§ Problem to work on: Within the records, find every line that includes the word "clear" and copy it.
------ Material supplied
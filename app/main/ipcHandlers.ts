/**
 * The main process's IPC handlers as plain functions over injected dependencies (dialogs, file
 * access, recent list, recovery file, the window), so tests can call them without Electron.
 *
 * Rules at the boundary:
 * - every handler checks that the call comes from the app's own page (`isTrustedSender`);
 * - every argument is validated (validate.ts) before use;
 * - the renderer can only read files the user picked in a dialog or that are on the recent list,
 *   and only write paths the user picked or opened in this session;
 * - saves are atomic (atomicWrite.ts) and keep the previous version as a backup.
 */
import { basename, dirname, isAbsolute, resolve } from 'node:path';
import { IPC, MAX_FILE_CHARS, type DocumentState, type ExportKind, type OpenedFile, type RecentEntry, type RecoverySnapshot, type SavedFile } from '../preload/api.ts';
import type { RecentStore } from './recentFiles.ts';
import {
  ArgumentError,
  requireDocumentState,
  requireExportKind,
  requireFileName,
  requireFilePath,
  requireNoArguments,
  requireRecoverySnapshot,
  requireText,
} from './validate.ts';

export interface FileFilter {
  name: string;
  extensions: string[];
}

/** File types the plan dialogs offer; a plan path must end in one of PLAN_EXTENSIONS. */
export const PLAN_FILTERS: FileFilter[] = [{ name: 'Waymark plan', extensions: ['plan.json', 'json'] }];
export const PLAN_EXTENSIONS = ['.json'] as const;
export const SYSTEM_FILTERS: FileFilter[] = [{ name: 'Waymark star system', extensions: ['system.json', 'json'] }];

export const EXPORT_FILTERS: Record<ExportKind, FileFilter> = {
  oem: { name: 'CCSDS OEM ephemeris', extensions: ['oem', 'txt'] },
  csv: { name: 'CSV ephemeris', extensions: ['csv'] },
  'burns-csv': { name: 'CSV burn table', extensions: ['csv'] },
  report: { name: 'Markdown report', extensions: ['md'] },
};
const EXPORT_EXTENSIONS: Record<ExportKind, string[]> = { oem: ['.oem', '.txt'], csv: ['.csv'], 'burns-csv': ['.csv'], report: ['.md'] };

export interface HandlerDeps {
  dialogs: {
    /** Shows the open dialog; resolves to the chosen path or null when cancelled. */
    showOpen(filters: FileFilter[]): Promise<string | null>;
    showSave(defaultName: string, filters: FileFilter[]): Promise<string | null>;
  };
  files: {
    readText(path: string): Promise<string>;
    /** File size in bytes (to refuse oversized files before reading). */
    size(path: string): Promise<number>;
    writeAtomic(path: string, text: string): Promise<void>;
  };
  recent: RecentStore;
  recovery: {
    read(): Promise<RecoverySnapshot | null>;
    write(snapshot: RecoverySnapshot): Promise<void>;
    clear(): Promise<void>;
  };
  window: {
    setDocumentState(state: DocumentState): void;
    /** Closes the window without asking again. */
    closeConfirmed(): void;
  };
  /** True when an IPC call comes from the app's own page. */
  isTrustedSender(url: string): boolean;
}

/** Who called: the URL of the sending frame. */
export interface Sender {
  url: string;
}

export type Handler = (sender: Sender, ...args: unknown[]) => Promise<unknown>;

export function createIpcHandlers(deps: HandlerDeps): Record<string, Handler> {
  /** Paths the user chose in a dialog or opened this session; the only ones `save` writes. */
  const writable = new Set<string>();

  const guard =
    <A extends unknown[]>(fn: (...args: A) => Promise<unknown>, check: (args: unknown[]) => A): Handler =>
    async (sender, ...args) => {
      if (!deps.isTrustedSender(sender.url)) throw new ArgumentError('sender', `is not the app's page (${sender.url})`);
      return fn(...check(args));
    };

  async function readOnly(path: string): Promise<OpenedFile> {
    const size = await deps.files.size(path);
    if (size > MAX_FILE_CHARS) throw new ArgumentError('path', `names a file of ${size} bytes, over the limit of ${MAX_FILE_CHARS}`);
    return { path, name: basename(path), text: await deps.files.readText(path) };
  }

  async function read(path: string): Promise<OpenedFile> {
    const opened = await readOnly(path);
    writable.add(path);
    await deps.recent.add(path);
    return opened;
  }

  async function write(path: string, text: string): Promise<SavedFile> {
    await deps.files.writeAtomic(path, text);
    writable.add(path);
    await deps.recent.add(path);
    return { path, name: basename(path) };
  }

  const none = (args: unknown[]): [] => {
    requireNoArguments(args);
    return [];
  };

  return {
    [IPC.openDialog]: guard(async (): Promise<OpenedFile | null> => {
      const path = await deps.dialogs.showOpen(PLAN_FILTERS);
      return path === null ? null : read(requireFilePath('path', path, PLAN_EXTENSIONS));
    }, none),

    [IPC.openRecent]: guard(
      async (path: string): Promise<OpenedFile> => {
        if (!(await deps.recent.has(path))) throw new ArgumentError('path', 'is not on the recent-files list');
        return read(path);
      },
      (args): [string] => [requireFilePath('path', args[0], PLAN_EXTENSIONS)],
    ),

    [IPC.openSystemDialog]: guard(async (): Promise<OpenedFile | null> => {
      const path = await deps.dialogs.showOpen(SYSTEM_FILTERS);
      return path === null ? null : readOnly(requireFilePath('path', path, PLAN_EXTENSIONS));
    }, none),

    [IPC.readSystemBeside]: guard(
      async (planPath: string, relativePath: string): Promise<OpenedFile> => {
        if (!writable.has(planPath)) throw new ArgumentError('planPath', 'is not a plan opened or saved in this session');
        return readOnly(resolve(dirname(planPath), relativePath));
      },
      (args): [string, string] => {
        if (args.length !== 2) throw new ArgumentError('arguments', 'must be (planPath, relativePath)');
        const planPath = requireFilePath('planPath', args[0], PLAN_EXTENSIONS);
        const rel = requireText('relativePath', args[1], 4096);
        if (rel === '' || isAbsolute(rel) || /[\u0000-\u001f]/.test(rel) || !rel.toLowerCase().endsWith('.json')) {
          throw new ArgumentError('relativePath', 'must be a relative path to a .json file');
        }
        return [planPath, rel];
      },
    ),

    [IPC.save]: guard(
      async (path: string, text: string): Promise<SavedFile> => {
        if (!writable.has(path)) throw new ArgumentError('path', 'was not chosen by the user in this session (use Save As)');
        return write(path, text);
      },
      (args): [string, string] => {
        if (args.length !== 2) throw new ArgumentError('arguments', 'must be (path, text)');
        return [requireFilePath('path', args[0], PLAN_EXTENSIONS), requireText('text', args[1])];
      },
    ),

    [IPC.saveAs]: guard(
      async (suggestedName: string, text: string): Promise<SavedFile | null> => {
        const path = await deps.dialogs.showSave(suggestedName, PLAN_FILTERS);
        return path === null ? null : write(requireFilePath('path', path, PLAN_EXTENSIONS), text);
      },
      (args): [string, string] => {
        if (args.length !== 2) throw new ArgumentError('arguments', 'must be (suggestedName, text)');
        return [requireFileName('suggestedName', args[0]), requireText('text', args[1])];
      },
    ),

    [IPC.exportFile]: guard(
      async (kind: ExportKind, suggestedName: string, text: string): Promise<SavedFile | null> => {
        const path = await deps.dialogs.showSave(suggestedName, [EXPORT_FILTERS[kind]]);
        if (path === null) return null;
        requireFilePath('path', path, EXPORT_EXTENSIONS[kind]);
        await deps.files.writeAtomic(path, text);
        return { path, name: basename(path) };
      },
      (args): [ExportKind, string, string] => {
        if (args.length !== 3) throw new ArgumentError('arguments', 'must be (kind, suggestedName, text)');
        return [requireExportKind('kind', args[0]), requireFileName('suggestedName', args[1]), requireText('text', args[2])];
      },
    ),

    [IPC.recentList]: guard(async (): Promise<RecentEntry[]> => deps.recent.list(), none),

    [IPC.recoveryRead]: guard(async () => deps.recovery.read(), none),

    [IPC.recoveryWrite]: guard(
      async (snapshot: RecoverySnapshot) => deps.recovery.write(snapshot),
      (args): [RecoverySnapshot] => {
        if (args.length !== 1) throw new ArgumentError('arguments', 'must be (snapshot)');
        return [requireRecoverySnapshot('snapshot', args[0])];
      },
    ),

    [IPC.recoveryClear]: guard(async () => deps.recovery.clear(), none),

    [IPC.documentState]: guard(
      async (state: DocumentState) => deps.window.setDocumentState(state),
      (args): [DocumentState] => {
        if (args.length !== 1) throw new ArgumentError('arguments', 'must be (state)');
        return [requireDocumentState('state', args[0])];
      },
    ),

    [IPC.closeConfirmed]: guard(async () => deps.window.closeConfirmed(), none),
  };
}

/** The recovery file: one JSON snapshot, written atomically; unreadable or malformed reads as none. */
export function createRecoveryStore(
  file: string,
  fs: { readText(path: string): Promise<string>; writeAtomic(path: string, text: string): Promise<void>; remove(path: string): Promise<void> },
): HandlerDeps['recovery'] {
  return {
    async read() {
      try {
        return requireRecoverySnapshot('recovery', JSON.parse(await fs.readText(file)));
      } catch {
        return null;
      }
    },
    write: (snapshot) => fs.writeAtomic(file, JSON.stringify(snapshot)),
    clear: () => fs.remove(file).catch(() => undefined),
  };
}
------------
§ Your solution:
    clear(): Promise<void>;
    [IPC.recoveryClear]: guard(async () => deps.recovery.clear(), none),
    clear: () => fs.remove(file).catch(() => undefined),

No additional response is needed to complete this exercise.